## Problem to work on:
Each line of the data should be given again exactly.

## Exercise data:
━━━━

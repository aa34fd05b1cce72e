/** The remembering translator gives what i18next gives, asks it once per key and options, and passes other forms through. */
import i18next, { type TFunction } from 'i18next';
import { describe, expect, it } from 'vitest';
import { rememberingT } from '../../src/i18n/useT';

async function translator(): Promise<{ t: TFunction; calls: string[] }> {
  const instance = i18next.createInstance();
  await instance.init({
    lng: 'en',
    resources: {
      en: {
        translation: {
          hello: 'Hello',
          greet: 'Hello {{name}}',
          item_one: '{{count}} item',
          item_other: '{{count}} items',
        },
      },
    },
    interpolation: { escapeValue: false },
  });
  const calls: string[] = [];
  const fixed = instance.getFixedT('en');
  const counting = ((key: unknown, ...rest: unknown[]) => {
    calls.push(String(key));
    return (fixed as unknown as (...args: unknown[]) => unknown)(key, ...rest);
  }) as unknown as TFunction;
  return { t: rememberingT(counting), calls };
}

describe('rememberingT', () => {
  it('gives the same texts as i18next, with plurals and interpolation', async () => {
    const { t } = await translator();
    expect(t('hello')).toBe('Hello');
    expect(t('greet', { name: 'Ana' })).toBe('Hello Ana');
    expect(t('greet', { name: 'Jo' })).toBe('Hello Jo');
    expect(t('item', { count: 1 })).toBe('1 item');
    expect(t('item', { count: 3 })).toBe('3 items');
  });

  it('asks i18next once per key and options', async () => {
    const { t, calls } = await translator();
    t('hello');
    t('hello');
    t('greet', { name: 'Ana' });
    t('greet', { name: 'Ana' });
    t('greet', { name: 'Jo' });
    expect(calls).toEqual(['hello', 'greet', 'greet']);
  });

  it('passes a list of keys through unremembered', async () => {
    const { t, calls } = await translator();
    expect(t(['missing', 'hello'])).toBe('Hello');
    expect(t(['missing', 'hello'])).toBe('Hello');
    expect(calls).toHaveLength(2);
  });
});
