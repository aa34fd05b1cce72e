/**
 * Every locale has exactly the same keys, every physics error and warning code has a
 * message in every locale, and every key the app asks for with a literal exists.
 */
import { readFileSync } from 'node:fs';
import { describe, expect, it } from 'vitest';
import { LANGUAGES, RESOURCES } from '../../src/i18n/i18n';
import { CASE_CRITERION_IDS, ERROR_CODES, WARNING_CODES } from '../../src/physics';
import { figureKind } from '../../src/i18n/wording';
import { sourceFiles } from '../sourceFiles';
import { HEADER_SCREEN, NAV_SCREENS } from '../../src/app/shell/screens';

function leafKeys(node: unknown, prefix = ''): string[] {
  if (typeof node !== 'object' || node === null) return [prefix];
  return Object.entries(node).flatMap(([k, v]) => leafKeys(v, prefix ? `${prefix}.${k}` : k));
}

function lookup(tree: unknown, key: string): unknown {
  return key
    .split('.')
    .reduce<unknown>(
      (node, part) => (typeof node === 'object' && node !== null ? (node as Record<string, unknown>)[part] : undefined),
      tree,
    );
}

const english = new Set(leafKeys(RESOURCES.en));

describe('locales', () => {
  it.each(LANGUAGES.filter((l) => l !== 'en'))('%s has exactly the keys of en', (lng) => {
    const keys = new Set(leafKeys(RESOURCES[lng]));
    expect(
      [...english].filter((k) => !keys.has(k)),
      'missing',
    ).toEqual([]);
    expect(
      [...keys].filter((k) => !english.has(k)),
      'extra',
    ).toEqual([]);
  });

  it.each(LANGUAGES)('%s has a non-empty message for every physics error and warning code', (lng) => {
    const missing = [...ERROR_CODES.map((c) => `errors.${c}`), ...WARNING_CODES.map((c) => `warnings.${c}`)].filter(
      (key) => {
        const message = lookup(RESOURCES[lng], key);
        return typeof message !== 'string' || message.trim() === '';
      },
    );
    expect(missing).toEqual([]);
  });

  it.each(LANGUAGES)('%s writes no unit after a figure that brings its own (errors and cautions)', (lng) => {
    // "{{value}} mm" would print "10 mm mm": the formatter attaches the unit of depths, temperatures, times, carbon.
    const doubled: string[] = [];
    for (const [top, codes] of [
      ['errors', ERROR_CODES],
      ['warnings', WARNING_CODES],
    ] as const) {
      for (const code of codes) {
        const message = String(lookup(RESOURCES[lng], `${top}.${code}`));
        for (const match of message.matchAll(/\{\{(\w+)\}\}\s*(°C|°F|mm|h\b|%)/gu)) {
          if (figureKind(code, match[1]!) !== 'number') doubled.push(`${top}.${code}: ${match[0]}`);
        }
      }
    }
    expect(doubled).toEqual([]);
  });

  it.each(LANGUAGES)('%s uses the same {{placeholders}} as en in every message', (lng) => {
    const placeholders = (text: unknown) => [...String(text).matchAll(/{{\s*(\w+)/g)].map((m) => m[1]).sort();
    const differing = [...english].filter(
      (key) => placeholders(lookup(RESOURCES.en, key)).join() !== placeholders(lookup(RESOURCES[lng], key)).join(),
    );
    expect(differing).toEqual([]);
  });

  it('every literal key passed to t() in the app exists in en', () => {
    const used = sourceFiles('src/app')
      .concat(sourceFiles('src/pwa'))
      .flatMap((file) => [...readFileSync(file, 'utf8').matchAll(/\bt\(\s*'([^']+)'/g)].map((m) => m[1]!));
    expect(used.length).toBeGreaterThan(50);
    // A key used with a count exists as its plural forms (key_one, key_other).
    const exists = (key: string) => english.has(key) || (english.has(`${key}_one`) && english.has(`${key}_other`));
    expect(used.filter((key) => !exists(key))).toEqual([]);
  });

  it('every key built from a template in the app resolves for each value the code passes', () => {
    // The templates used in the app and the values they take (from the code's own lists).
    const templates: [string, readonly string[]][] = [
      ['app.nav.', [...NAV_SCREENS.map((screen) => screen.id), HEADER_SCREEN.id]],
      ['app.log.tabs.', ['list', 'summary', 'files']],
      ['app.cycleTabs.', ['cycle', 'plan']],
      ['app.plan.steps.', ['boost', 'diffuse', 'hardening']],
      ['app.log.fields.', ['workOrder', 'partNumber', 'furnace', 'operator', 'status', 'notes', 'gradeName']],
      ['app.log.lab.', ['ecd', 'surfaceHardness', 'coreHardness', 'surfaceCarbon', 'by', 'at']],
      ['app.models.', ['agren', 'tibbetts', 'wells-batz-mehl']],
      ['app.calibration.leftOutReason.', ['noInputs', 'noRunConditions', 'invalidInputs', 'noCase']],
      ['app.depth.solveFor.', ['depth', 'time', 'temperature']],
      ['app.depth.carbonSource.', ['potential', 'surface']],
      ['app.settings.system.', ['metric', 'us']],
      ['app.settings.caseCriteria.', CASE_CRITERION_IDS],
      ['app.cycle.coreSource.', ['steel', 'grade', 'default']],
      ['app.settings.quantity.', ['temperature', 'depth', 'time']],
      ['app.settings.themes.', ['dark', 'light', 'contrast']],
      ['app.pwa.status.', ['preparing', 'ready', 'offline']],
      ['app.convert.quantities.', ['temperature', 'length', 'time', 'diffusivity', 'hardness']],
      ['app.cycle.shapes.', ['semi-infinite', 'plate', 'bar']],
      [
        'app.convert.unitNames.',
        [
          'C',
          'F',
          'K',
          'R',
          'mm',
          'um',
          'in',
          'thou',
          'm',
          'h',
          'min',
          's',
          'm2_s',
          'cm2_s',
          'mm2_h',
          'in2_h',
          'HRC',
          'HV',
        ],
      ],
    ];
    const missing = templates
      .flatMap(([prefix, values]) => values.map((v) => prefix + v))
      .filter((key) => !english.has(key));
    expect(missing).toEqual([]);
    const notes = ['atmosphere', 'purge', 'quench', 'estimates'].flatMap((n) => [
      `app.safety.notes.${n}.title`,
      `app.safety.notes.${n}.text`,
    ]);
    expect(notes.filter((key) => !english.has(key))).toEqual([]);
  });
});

━━━━

## Response below:
repository aa34fd05b1cce72e
/** The remembering translator gives what i18next gives, asks it once per key and options, and passes other forms through. */
import i18next, { type TFunction } from 'i18next';
import { describe, expect, it } from 'vitest';
import { rememberingT } from '../../src/i18n/useT';

async function translator(): Promise<{ t: TFunction; calls: string[] }> {
  const instance = i18next.createInstance();
  await instance.init({
    lng: 'en',
    resources: {
      en: {
        translation: {
          hello: 'Hello',
          greet: 'Hello {{name}}',
          item_one: '{{count}} item',
          item_other: '{{count}} items',
        },
      },
    },
    interpolation: { escapeValue: false },
  });
  const calls: string[] = [];
  const fixed = instance.getFixedT('en');
  const counting = ((key: unknown, ...rest: unknown[]) => {
    calls.push(String(key));
    return (fixed as unknown as (...args: unknown[]) => unknown)(key, ...rest);
  }) as unknown as TFunction;
  return { t: rememberingT(counting), calls };
}

describe('rememberingT', () => {
  it('gives the same texts as i18next, with plurals and interpolation', async () => {
    const { t } = await translator();
    expect(t('hello')).toBe('Hello');
    expect(t('greet', { name: 'Ana' })).toBe('Hello Ana');
    expect(t('greet', { name: 'Jo' })).toBe('Hello Jo');
    expect(t('item', { count: 1 })).toBe('1 item');
    expect(t('item', { count: 3 })).toBe('3 items');
  });

  it('asks i18next once per key and options', async () => {
    const { t, calls } = await translator();
    t('hello');
    t('hello');
    t('greet', { name: 'Ana' });
    t('greet', { name: 'Ana' });
    t('greet', { name: 'Jo' });
    expect(calls).toEqual(['hello', 'greet', 'greet']);
  });

  it('passes a list of keys through unremembered', async () => {
    const { t, calls } = await translator();
    expect(t(['missing', 'hello'])).toBe('Hello');
    expect(t(['missing', 'hello'])).toBe('Hello');
    expect(calls).toHaveLength(2);
  });
});
repository aa34fd05b1cce72e
/**
 * Every locale has exactly the same keys, every physics error and warning code has a
 * message in every locale, and every key the app asks for with a literal exists.
 */
import { readFileSync } from 'node:fs';
import { describe, expect, it } from 'vitest';
import { LANGUAGES, RESOURCES } from '../../src/i18n/i18n';
import { CASE_CRITERION_IDS, ERROR_CODES, WARNING_CODES } from '../../src/physics';
import { figureKind } from '../../src/i18n/wording';
import { sourceFiles } from '../sourceFiles';
import { HEADER_SCREEN, NAV_SCREENS } from '../../src/app/shell/screens';

function leafKeys(node: unknown, prefix = ''): string[] {
  if (typeof node !== 'object' || node === null) return [prefix];
  return Object.entries(node).flatMap(([k, v]) => leafKeys(v, prefix ? `${prefix}.${k}` : k));
}

function lookup(tree: unknown, key: string): unknown {
  return key
    .split('.')
    .reduce<unknown>(
      (node, part) => (typeof node === 'object' && node !== null ? (node as Record<string, unknown>)[part] : undefined),
      tree,
    );
}

const english = new Set(leafKeys(RESOURCES.en));

describe('locales', () => {
  it.each(LANGUAGES.filter((l) => l !== 'en'))('%s has exactly the keys of en', (lng) => {
    const keys = new Set(leafKeys(RESOURCES[lng]));
    expect(
      [...english].filter((k) => !keys.has(k)),
      'missing',
    ).toEqual([]);
    expect(
      [...keys].filter((k) => !english.has(k)),
      'extra',
    ).toEqual([]);
  });

  it.each(LANGUAGES)('%s has a non-empty message for every physics error and warning code', (lng) => {
    const missing = [...ERROR_CODES.map((c) => `errors.${c}`), ...WARNING_CODES.map((c) => `warnings.${c}`)].filter(
      (key) => {
        const message = lookup(RESOURCES[lng], key);
        return typeof message !== 'string' || message.trim() === '';
      },
    );
    expect(missing).toEqual([]);
  });

  it.each(LANGUAGES)('%s writes no unit after a figure that brings its own (errors and cautions)', (lng) => {
    // "{{value}} mm" would print "10 mm mm": the formatter attaches the unit of depths, temperatures, times, carbon.
    const doubled: string[] = [];
    for (const [top, codes] of [
      ['errors', ERROR_CODES],
      ['warnings', WARNING_CODES],
    ] as const) {
      for (const code of codes) {
        const message = String(lookup(RESOURCES[lng], `${top}.${code}`));
        for (const match of message.matchAll(/\{\{(\w+)\}\}\s*(°C|°F|mm|h\b|%)/gu)) {
          if (figureKind(code, match[1]!) !== 'number') doubled.push(`${top}.${code}: ${match[0]}`);
        }
      }
    }
    expect(doubled).toEqual([]);
  });

  it.each(LANGUAGES)('%s uses the same {{placeholders}} as en in every message', (lng) => {
    const placeholders = (text: unknown) => [...String(text).matchAll(/{{\s*(\w+)/g)].map((m) => m[1]).sort();
    const differing = [...english].filter(
      (key) => placeholders(lookup(RESOURCES.en, key)).join() !== placeholders(lookup(RESOURCES[lng], key)).join(),
    );
    expect(differing).toEqual([]);
  });

  it('every literal key passed to t() in the app exists in en', () => {
    const used = sourceFiles('src/app')
      .concat(sourceFiles('src/pwa'))
      .flatMap((file) => [...readFileSync(file, 'utf8').matchAll(/\bt\(\s*'([^']+)'/g)].map((m) => m[1]!));
    expect(used.length).toBeGreaterThan(50);
    // A key used with a count exists as its plural forms (key_one, key_other).
    const exists = (key: string) => english.has(key) || (english.has(`${key}_one`) && english.has(`${key}_other`));
    expect(used.filter((key) => !exists(key))).toEqual([]);
  });

  it('every key built from a template in the app resolves for each value the code passes', () => {
    // The templates used in the app and the values they take (from the code's own lists).
    const templates: [string, readonly string[]][] = [
      ['app.nav.', [...NAV_SCREENS.map((screen) => screen.id), HEADER_SCREEN.id]],
      ['app.log.tabs.', ['list', 'summary', 'files']],
      ['app.cycleTabs.', ['cycle', 'plan']],
      ['app.plan.steps.', ['boost', 'diffuse', 'hardening']],
      ['app.log.fields.', ['workOrder', 'partNumber', 'furnace', 'operator', 'status', 'notes', 'gradeName']],
      ['app.log.lab.', ['ecd', 'surfaceHardness', 'coreHardness', 'surfaceCarbon', 'by', 'at']],
      ['app.models.', ['agren', 'tibbetts', 'wells-batz-mehl']],
      ['app.calibration.leftOutReason.', ['noInputs', 'noRunConditions', 'invalidInputs', 'noCase']],
      ['app.depth.solveFor.', ['depth', 'time', 'temperature']],
      ['app.depth.carbonSource.', ['potential', 'surface']],
      ['app.settings.system.', ['metric', 'us']],
      ['app.settings.caseCriteria.', CASE_CRITERION_IDS],
      ['app.cycle.coreSource.', ['steel', 'grade', 'default']],
      ['app.settings.quantity.', ['temperature', 'depth', 'time']],
      ['app.settings.themes.', ['dark', 'light', 'contrast']],
      ['app.pwa.status.', ['preparing', 'ready', 'offline']],
      ['app.convert.quantities.', ['temperature', 'length', 'time', 'diffusivity', 'hardness']],
      ['app.cycle.shapes.', ['semi-infinite', 'plate', 'bar']],
      [
        'app.convert.unitNames.',
        [
          'C',
          'F',
          'K',
          'R',
          'mm',
          'um',
          'in',
          'thou',
          'm',
          'h',
          'min',
          's',
          'm2_s',
          'cm2_s',
          'mm2_h',
          'in2_h',
          'HRC',
          'HV',
        ],
      ],
    ];
    const missing = templates
      .flatMap(([prefix, values]) => values.map((v) => prefix + v))
      .filter((key) => !english.has(key));
    expect(missing).toEqual([]);
    const notes = ['atmosphere', 'purge', 'quench', 'estimates'].flatMap((n) => [
      `app.safety.notes.${n}.title`,
      `app.safety.notes.${n}.text`,
    ]);
    expect(notes.filter((key) => !english.has(key))).toEqual([]);
  });
});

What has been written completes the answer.